Today we are announcing end-to-end serving for MOSS-TTS-Local-Transformer-v1.5 on SGLang-Omni, together with MOSI and the OpenMOSS Team.

MOSS-TTS-Local-Transformer-v1.5 is an open TTS model for 48 kHz stereo speech, zero-shot voice cloning, long-form synthesis, multilingual generation, duration control, and native streaming. The model is not hard to call from a demo script. Serving it well is harder: one request crosses reference-audio encoding, a Qwen3-4B autoregressive backbone, a frame-local 12-codebook sampling loop, and a stateful codec decoder.

SGLang-Omni serves MOSS-TTS-Local-Transformer-v1.5 as a three-stage pipeline instead of squeezing it into a single LLM decode loop. The work in this post is mostly about that mapping: where the stages are, which parts needed model-specific hooks, and which bottlenecks showed up once the model started running under load.

The MOSS-TTS-Local-Transformer-v1.5 Model

MOSS-TTS-Local-Transformer-v1.5 is the second flagship model in the MOSS-TTS v1.5 family. It follows the Audio Tokenizer + LLM autoregressive route, with a heavier audio codec and a Global Transformer + Local Transformer generation path.

It supports direct TTS, continuation, zero-shot voice cloning, duration control, explicit pause markup such as [pause 3.2s], and long-form generation up to 10 minutes. It covers 31 major languages and was trained on roughly 4 million hours of multilingual speech.

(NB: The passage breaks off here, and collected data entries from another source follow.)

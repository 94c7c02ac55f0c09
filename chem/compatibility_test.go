package chem

import (
	"slices"
	"strings"
	"testing"
)

func groupsFor(names ...string) []Reactant {
	var rs []Reactant
	for _, n := range names {
		rs = append(rs, ReactantNamed(n, ""))
	}
	return rs
}

// Pairs that must be found, from EPA-600/2-80-076 and the supplementary rows of
// incompatibility.csv (row sources there).
func TestIncompatibleReactants(t *testing.T) {
	for _, tc := range []struct {
		a, b string
		code string // must be among the codes; empty: no pair listed
	}{
		{"sodium dichromate", "1-pentanol", "F"},
		{"sodium dichromate", "hydrochloric acid", "GT"},
		{"sodium metabisulfite", "sulfuric acid", "GT"},
		{"sodium hydrogencarbonate", "sulfuric acid", "G"},
		{"sodium hypochlorite solution", "hydrochloric acid", "GT"},
		{"sodium hypochlorite solution", "cyclohexanol", "E"},
		{"sodium chlorite", "sodium hypochlorite solution", "GT"},
		{"potassium permanganate", "sulfuric acid", "E"},
		{"potassium permanganate", "1-hexanol", "F"},
		{"sulfuric acid", "water", "H"},
		{"nitric acid", "acetone", "E"},
		{"dichloromethane", "nitric acid", "E"},
		{"sodium metabisulfite", "water", ""},
		{"sodium sulfate", "ethyl acetate", ""},
		{"ethyl acetate", "1-pentanol", ""},
	} {
		rs := []Reactant{ReactantNamed(tc.a, ""), ReactantNamed(tc.b, "")}
		for i := range rs {
			rs[i].Assessed = true
			if rs[i].Name == "sodium hydrogencarbonate" {
				rs[i].Groups = []int{10}
			}
		}
		pairs := IncompatibleReactants(rs)
		switch {
		case tc.code == "" && len(pairs) > 0:
			t.Errorf("%s and %s: %v, want no pair", tc.a, tc.b, pairs)
		case tc.code != "" && (len(pairs) != 1 || !slices.Contains(pairs[0].Codes, tc.code)):
			t.Errorf("%s and %s: %v, want code %s", tc.a, tc.b, pairs, tc.code)
		}
	}
}

func TestIncompatibleReactantsUnknown(t *testing.T) {
	pairs := IncompatibleReactants(groupsFor("mystery powder", "water"))
	if len(pairs) != 1 || pairs[0].A != "mystery powder" || pairs[0].Codes[0] != "U" {
		t.Errorf("an unassessed substance gives %v, want it flagged U", pairs)
	}
}

// Every wording of the supplementary rows has its predicate.
func TestSupplementSides(t *testing.T) {
	all := allSides()
	for _, file := range []string{"incompatibility.csv", "incompatibility_more.csv", "incompatibility_acids.csv"} {
		for _, row := range readTable(file) {
			if row.text("chart") != "SUP" {
				continue
			}
			for _, name := range []string{row.text("group_a_name"), row.text("group_b_name")} {
				if all[name] == nil {
					t.Errorf("no predicate for %q", name)
				}
			}
			for code := range strings.FieldsSeq(row.text("codes")) {
				if codeMeanings()[code] == "" {
					t.Errorf("no meaning for code %q", code)
				}
			}
		}
	}
}

func TestCarryApart(t *testing.T) {
	for _, tc := range []struct {
		a, b string
		want bool
	}{
		{"sodium dichromate", "1-pentanol", true},
		{"sulfuric acid", "sodium hydroxide", true},
		{"ethyl acetate", "1-pentanol", false},
		{"sodium dichromate", "water", false}, // only dissolves
		{"mystery powder", "water", true},     // not assessed is not harmless
		{"mystery powder", "sodium sulfate", false},
	} {
		if why, got := CarryApart(ReactantNamed(tc.a, ""), ReactantNamed(tc.b, "")); got != tc.want {
			t.Errorf("CarryApart(%s, %s) = %v (%s), want %v", tc.a, tc.b, got, why, tc.want)
		}
	}
}
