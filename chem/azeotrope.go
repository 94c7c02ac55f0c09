package chem

import (
	"fmt"
	"strings"
	"sync"
)

// An Azeotrope is what water and a partner boil over as together.
type Azeotrope struct {
	Partner, CAS string
	Forms        bool // false: the pair is known to form none
	Temperature  Temperature
	Pressure     Pressure
	// PartnerFraction is the mass fraction of the partner in the condensed
	// vapour, both layers taken together.
	PartnerFraction Fraction
	Heterogeneous   bool // the distillate parts into two layers
	MaximumBoiling  bool
	Source          string
}

var azeotropes = sync.OnceValue(func() map[string]Azeotrope {
	table := make(map[string]Azeotrope)
	for _, row := range withMore("azeotropes") {
		if _, kept := table[row.text("cas_2")]; kept {
			continue // the first row of a pair is the better sourced one
		}
		a := Azeotrope{
			Partner: row.text("component_2"), CAS: row.text("cas_2"), Forms: row.text("azeotrope") == "yes",
			Pressure: Pressure(row.must("pressure_kPa")) * Kilopascal,
			Source:   row.text("source"),
		}
		if a.Forms {
			a.Temperature = Celsius(row.must("temperature_C"))
			a.PartnerFraction = Fraction(row.must("component_2_w_w_percent")) * Percent
			a.Heterogeneous = strings.HasPrefix(row.text("kind"), "heterogeneous")
			a.MaximumBoiling = strings.Contains(row.text("kind"), "maximum boiling")
		}
		table[a.CAS] = a
	}
	return table
})

// AzeotropeWithWater returns what is known of a partner's azeotrope with water
// by CAS number; false where the table has no row. A row with Forms unset says
// that the pair forms none.
func AzeotropeWithWater(cas string) (Azeotrope, bool) {
	a, ok := azeotropes()[cas]
	return a, ok
}

// PartnerCarried returns the mass of partner that goes over with a mass of
// water at the azeotrope, w/(1 − w) of it.
func (a Azeotrope) PartnerCarried(water Mass) Mass {
	return water * Mass(a.PartnerFraction/(1-a.PartnerFraction))
}

// WaterCarried returns the mass of water that takes a mass of partner over at
// the azeotrope, (1 − w)/w of it.
func (a Azeotrope) WaterCarried(partner Mass) Mass {
	return partner * Mass((1-a.PartnerFraction)/a.PartnerFraction)
}

// UpperLayer returns the mass share of the upper layer of a mixture that parts
// into two, by the lever rule,
//
//	share = (w − w_lower) / (w_upper − w_lower)
//
// where w are mass fractions of the same substance. The error wraps
// ErrImpossible where the mixture lies outside the two layers and doesn't part.
func UpperLayer(mixture, lower, upper Fraction) (Fraction, error) {
	share := (mixture - lower) / (upper - lower)
	if !Finite(share) || share < 0 || share > 1 {
		return 0, &DataError{
			Of: "two layers", Err: ErrImpossible,
			Limit: fmt.Sprintf("the mixture has %.3g %%, the layers %.3g and %.3g %%", mixture.Percent(), lower.Percent(), upper.Percent()),
		}
	}
	return share, nil
}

MOSS-TTS Local Transformer v1.5 model architecture

At the audio boundary, MOSS uses MOSS-Audio-Tokenizer-v2, a neural audio tokenizer whose encoder and decoder together are about 2B parameters. It runs at 12.5 Hz, supports 0.125 kbps to 4 kbps variable bitrate compression, reconstructs 48 kHz stereo audio, and represents speech through residual vector quantization (RVQ).

The generation core uses a Qwen3-4B backbone. The global transformer advances the sequence frame by frame. For each frame, a one-layer local transformer emits a stop/continue decision and then samples 12 RVQ codebooks in order, feeding each sampled code back before sampling the next one.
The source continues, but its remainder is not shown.